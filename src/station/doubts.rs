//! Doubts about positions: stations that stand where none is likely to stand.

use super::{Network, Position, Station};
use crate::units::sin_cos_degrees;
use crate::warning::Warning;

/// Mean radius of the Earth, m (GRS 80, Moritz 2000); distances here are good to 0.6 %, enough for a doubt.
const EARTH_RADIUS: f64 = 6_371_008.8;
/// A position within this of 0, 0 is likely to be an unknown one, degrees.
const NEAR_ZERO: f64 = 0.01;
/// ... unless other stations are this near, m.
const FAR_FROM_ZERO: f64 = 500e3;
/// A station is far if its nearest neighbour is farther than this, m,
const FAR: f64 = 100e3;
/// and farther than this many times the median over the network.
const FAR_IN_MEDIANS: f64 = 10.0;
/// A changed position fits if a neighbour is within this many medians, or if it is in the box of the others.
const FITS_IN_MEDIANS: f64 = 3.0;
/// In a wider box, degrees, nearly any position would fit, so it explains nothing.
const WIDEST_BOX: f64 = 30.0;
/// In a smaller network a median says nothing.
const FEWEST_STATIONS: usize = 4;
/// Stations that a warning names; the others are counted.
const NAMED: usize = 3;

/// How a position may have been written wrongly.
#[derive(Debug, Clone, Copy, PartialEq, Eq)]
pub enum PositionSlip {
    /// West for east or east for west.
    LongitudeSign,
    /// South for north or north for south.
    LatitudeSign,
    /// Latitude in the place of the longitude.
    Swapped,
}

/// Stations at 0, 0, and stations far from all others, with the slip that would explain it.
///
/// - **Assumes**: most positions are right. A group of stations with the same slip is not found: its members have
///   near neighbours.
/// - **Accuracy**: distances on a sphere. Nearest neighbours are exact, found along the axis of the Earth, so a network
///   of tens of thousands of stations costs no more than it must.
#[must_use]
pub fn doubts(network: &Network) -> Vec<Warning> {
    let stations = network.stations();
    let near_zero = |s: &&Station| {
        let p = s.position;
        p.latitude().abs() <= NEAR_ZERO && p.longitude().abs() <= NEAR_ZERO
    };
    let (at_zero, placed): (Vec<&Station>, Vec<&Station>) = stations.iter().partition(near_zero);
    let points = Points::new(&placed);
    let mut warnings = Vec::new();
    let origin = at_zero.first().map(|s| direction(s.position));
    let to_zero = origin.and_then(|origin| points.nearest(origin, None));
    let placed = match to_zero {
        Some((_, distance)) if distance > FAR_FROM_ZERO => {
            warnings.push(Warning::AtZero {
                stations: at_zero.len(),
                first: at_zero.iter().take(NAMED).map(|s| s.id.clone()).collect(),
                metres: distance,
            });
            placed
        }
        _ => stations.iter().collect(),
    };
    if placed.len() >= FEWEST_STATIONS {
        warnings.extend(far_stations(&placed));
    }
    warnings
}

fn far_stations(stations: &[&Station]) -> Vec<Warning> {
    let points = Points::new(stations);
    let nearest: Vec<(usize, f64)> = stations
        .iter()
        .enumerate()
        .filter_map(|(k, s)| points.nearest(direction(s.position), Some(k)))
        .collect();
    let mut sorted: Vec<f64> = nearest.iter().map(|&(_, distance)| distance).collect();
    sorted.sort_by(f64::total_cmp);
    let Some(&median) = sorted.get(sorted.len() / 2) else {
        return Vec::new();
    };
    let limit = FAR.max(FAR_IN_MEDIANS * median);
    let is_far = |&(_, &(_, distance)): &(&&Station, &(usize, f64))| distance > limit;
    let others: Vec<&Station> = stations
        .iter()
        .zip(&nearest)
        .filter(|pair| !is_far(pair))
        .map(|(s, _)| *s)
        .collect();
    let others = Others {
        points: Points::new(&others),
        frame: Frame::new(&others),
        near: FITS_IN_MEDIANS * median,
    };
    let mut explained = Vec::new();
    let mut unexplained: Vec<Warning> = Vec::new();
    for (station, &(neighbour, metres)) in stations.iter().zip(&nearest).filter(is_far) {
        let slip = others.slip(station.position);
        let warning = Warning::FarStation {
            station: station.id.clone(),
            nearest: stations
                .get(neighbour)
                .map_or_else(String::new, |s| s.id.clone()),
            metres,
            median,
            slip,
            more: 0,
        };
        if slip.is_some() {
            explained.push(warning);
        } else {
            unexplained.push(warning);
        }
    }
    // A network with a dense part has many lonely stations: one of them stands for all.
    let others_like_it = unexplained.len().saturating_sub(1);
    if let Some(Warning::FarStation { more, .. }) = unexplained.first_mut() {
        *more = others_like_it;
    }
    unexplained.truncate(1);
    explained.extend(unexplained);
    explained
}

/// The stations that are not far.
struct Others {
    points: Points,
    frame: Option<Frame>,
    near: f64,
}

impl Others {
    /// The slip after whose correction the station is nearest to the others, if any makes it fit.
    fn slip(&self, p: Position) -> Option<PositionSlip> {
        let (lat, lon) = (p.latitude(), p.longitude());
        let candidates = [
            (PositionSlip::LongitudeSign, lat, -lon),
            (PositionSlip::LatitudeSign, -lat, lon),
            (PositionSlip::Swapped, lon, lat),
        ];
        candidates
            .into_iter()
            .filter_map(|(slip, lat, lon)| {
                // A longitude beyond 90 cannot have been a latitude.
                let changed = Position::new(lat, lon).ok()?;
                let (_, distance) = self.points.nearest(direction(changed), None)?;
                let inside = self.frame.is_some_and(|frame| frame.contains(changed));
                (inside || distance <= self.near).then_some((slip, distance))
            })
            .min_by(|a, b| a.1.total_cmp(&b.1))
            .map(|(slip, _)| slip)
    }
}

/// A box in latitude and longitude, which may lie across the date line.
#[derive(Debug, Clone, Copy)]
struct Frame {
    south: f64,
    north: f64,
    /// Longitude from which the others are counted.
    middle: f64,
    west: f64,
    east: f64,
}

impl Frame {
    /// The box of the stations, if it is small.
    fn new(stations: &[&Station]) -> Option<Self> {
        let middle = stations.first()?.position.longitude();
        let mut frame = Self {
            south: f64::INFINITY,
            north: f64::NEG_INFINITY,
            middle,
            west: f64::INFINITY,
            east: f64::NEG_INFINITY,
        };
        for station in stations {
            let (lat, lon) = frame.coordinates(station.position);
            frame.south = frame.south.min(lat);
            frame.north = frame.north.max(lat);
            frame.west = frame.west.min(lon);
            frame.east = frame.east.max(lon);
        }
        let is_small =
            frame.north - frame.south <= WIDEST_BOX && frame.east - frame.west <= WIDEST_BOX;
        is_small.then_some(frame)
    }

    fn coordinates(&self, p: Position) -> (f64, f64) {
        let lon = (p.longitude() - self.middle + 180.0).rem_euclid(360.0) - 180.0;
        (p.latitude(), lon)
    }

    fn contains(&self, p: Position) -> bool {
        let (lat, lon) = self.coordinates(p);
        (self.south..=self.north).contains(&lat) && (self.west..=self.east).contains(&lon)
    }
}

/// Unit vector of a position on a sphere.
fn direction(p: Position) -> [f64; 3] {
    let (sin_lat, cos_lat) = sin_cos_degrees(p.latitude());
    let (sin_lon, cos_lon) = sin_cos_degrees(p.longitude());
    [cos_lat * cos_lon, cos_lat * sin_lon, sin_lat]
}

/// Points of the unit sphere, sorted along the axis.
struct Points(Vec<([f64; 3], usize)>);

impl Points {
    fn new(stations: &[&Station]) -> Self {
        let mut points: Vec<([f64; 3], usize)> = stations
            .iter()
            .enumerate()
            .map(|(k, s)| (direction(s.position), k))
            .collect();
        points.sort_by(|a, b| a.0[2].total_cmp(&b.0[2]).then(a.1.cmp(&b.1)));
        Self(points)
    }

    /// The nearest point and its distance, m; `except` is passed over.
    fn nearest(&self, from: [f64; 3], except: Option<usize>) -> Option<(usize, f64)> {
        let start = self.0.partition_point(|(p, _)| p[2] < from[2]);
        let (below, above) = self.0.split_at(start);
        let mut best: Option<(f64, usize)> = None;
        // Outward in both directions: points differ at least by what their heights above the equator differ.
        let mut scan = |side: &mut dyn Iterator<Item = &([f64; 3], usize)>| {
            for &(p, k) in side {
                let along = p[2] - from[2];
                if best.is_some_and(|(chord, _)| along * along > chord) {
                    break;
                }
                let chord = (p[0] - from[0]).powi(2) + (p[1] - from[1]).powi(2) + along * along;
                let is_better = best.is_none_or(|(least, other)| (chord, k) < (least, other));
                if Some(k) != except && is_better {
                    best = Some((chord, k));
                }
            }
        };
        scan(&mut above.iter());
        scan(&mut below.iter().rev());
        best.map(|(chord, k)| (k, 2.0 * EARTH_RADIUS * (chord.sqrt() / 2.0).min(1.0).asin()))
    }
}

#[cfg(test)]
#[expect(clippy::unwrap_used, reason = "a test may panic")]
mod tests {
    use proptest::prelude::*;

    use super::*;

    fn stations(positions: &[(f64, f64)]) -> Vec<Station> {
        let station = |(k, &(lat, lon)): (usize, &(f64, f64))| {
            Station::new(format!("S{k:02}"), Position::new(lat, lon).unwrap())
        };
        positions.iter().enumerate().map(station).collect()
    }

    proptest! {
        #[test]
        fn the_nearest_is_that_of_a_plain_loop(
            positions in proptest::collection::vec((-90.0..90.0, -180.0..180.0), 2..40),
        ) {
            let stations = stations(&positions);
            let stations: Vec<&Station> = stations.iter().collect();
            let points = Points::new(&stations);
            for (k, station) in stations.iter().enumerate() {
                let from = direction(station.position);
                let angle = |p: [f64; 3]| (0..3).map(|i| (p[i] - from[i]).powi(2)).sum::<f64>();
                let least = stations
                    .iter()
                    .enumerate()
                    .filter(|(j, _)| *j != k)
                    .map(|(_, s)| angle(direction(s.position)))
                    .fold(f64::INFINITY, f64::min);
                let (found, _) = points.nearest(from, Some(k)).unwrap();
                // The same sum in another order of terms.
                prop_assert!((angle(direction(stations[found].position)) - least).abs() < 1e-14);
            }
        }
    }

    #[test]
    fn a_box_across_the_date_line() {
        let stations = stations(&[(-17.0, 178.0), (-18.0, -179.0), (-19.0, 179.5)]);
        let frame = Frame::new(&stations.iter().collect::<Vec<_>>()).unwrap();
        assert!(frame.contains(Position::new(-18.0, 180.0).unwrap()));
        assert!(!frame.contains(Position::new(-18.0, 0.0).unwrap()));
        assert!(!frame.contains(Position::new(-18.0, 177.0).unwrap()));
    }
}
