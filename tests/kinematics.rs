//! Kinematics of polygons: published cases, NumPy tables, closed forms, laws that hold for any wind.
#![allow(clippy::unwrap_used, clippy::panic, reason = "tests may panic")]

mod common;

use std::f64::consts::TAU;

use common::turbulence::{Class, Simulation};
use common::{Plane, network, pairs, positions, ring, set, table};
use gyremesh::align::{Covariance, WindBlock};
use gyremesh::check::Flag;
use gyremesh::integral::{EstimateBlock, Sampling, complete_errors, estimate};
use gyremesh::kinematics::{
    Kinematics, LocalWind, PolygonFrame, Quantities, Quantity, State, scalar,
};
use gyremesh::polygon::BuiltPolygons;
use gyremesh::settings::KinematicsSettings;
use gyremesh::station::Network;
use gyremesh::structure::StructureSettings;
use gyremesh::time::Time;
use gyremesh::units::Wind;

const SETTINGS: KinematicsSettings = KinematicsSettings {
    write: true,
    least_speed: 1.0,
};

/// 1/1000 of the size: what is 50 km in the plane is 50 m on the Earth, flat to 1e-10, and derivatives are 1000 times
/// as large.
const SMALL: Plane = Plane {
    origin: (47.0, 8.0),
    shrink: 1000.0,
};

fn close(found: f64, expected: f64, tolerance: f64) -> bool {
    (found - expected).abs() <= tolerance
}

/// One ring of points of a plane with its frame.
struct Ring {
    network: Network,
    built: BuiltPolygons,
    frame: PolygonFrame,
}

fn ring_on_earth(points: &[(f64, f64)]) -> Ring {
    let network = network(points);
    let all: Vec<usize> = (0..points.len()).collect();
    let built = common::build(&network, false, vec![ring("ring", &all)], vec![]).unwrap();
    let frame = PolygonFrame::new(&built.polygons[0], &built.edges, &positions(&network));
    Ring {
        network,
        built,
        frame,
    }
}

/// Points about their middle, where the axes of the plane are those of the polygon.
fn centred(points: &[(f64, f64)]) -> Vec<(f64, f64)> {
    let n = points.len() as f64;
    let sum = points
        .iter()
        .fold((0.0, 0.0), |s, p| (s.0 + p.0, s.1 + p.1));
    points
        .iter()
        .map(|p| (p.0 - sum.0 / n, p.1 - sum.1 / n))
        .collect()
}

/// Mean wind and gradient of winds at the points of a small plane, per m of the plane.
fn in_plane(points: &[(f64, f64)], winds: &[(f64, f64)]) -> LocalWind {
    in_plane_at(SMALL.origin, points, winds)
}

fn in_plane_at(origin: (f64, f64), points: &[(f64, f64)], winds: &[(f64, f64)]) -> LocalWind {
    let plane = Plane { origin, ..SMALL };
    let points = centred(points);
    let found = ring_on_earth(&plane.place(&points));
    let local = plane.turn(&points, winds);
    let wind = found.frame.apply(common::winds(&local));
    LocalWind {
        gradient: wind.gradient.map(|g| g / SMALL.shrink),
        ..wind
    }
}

**WHAT IS NEEDED**
In the listing above, start at the line with "pub enum PositionSlip", go on through the line with "#[must_use]", and copy each of those lines exactly; leave out all the rest.

**EXERCISE RESULT**
pub enum PositionSlip {
    /// West for east or east for west.
    LongitudeSign,
    /// South for north or north for south.
    LatitudeSign,
    /// Latitude in the place of the longitude.
    Swapped,
}

/// Stations at 0, 0, and stations far from all others, with the slip that would explain it.
///
/// - **Assumes**: most positions are right. A group of stations with the same slip is not found: its members have
///   near neighbours.
/// - **Accuracy**: distances on a sphere. Nearest neighbours are exact, found along the axis of the Earth, so a network
///   of tens of thousands of stations costs no more than it must.
#[must_use]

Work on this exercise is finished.